The challenge isn’t proving that AI works. It’s easy to do that as long as you don’t have to worry about the cost of data storage at scale. For example, Google proved that Deep Mind’s AlphaGo Zero could win at the 3000-year-old game of Go against the world’s reigning Go champion Lee Sedol. Scaling AI so that it can be used broadly and affordably is where the challenge sets in.
This isn’t a small problem. Many of the areas where AI promises to have revolutionary impact, such as healthcare, transportation, manufacturing, agriculture, and education are desperately in need of quantum advances in order to scale to meet the needs of the seven, soon to be ten, billion inhabitants of the planet.
So, is this a hard stop for AI? It may very well be if a few things don’t happen.
- First, we will need some monumental improvements in storage technology. Don’t discount this. In 1960 the world’s state of that are an IBM 350 disk drive held about 3.5 megabytes and weighed in at two tons. Today we can store 300,000 times as much data on a device that is one millionth of the weight.
- Second, we need to challenge the antiquated and ridiculously complex cloud data storage pricing models of the big three which use the industrial era notion of tiered storage.

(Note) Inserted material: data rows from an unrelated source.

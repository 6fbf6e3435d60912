package org.thermotile.jobs.config;

import static org.junit.jupiter.api.Assertions.assertEquals;
import static org.junit.jupiter.api.Assertions.assertNull;
import static org.junit.jupiter.api.Assertions.assertThrows;
import static org.junit.jupiter.api.Assertions.assertTrue;

import java.nio.file.Path;
import java.util.List;
import org.junit.jupiter.api.Test;
import org.thermotile.model.hotspot.DistanceBand;
import org.thermotile.model.hotspot.FalseDiscovery;

/**
 * The {@code geometry:} and {@code hotspots:} blocks are read by the run-file reader like every other
 * block: all problems of the file together, each with its line and column, unknown keys with a
 * did-you-mean, and a number mistyped as text ("1OO") an error rather than the default.
 */
class RunBlocksTest {
    private static final String MINIMAL = String.join("\n",
            "name: test-run",
            "inputs:",
            "  land_cover: lc.tif",
            "  classes: worldcover",
            "  heights: heights.tif",
            "weather:",
            "  file: weather.csv",
            "period:",
            "  start: 2026-07-13",
            "  end: 2026-07-14",
            "outputs:",
            "  maps: [peak, mean]",
            "");

    private static RunFile parse(String text) {
        return RunFileReader.parse(text, Path.of("/data/riverside"), "run.yaml");
    }

    private static List<String> problems(String text) {
        return assertThrows(RunFileException.class, () -> parse(text)).problems();
    }

    private static String find(List<String> problems, String part) {
        return problems.stream().filter(p -> p.contains(part)).findFirst()
                .orElseThrow(() -> new AssertionError("'" + part + "' not in " + problems));
    }

    @Test
    void geometryProblemsAreReportedTogetherWithLineAndColumn() {
        List<String> ps = problems(MINIMAL + String.join("\n",
                "geometry:",
                "  sky_view_directions: 1OO",
                "  search_radius_m: 5000",
                "  min_sun_elevation: 10",
                "  canopy_transmissivity: 1.5",
                "  wall_emissivity: 0",
                ""));
        assertEquals(5, ps.size(), ps.toString());
        assertTrue(find(ps, "geometry.sky_view_directions").startsWith("run.yaml line 14, column 3: "),
                find(ps, "geometry.sky_view_directions"));
        assertTrue(find(ps, "sky_view_directions").contains("expected a number, got the text '1OO'"), ps.toString());
        assertTrue(find(ps, "search_radius_m").contains("5000.0 m must be above 0 and at most 2000.0 m"), ps.toString());
        assertTrue(find(ps, "min_sun_elevation").contains("did you mean 'min_sun_elevation_deg'?"), ps.toString());
        assertTrue(find(ps, "min_sun_elevation").startsWith("run.yaml line 16, column 3: "), ps.toString());
        assertTrue(find(ps, "canopy_transmissivity").contains("must be 0…1"), ps.toString());
        assertTrue(find(ps, "wall_emissivity").contains(
                org.thermotile.model.materials.MaterialProperty.EMISSIVITY.problem(0)), ps.toString());
    }

    @Test
    void geometryWithoutHeightsIsRefusedWithTheOtherProblems() {
        String noHeights = MINIMAL.replace("  heights: heights.tif\n", "");
        List<String> ps = problems(noHeights + "geometry: {sky_view_directions: 8}\nhotspots: {fdr: 0.5}\n");
        assertEquals(3, ps.size(), ps.toString());
        find(ps, "geometry settings need a heights raster or building footprints");
        find(ps, "geometry.sky_view_directions: 8 must be 16…360");
        find(ps, "hotspots.fdr: 0.5 must be above 0 and at most 0.2");
    }

    @Test
    void hotspotProblemsAreReportedTogether() {
        List<String> ps = problems(MINIMAL + String.join("\n",
                "hotspots:",
                "  statistics: [peak, night_mni]",
                "  cell_size_m: \"40\"",
                "  distance_m: -5",
                "  weights: inverse-distance",
                "  fdr: 0",
                "  fdr_method: holm",
                "  min_excess_k: 1OO",
                "  min_area_m2: -1",
                "  zone: x",
                ""));
        assertEquals(9, ps.size(), ps.toString());
        assertTrue(find(ps, "night_mni").contains("is not one of the run's maps"), ps.toString());
        assertTrue(find(ps, "hotspots.cell_size_m").contains("(without quotes)"), ps.toString());
        find(ps, "hotspots.distance_m: -5.0 m must be above 0");
        assertTrue(find(ps, "hotspots.weights").contains("did you mean 'inverse_distance'?"), ps.toString());
        find(ps, "hotspots.fdr: 0.0 must be above 0");
        assertTrue(find(ps, "hotspots.fdr_method").contains("use bh or by"), ps.toString());
        assertTrue(find(ps, "hotspots.min_excess_k").contains("the text '1OO'"), ps.toString());
        find(ps, "hotspots.min_area_m2: -1.0 must be a number of m² at least 0");
        assertTrue(find(ps, "unknown key 'zone'").startsWith("run.yaml line 22, column 3: "), ps.toString());
        for (String p : ps) {
            assertTrue(p.matches("run\\.yaml line \\d+, column \\d+: hotspots.*"), p);
        }
    }

    @Test
    void checkedBlocksGiveTheirValuesAndDefaults() {
        RunFile rf = parse(MINIMAL + "geometry: {search_radius_m: 60}\n"
                + "hotspots: {statistics: [mean], weights: inverse_distance, fdr_method: by, fdr: 0.1}\n");
        RunBlocks.Geometry g = RunBlocks.geometryOf(rf);
        assertEquals(new RunBlocks.Geometry(32, 60, 10, 0.3,
                org.thermotile.model.geometry.GeometryFactors.DEFAULT_WALL_EMISSIVITY), g);
        RunBlocks.Hotspots h = RunBlocks.hotspotsOf(rf);
        assertEquals(List.of("mean"), h.statistics());
        assertEquals(DistanceBand.Weights.INVERSE_DISTANCE, h.weights());
        assertEquals(FalseDiscovery.BY, h.fdrMethod());
        assertEquals(0.1, h.fdr());
        assertTrue(Double.isNaN(h.cellSizeM()) && Double.isNaN(h.distanceM()) && Double.isNaN(h.minExcessK()));
        assertNull(RunBlocks.hotspotsOf(parse(MINIMAL)));
    }
}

Basically, a carryover from file cabinets and banker’s boxes filled with paper. Locking digital data up in cold storage eliminates its value.
- Third, the Cloud itself is evolving. Having only three options for cloud storage is unlikely to provide the sort of competitive pressure and innovation needed to drive costs down quickly enough to meet the demand created by AI and machine learning applications.
- Fourth, at some point this will become an issue of national importance. Whichever nation is first to fully develop AI is very likely to have an enormous advantage other nations. (Check out my recent podcast in which I talk about Putin’s quote on this topic) In some ways this is no different that the nuclear arms race, with the exception that you cannot police who owns AI and how they use it. If data is indeed the new oil then we need think about its value from the standpoint of the value it has to a national competitive agenda.
The bottom line is that we need to challenge everything from the business models to the technologies used for data storage and make investment in data a national priority. In much the same way that the infrastructure for electric utilities was the foundation for 20thCentury industry, the data utility will be the infrastructure for the 21st Century.
AI may well hold the answers to many of the largest problems humanity will face as we move towards the inevitability of 10 billion global inhabitants. But it’s only going to give those answers up if we are able to affordably capture and store the data needed to realize its promise.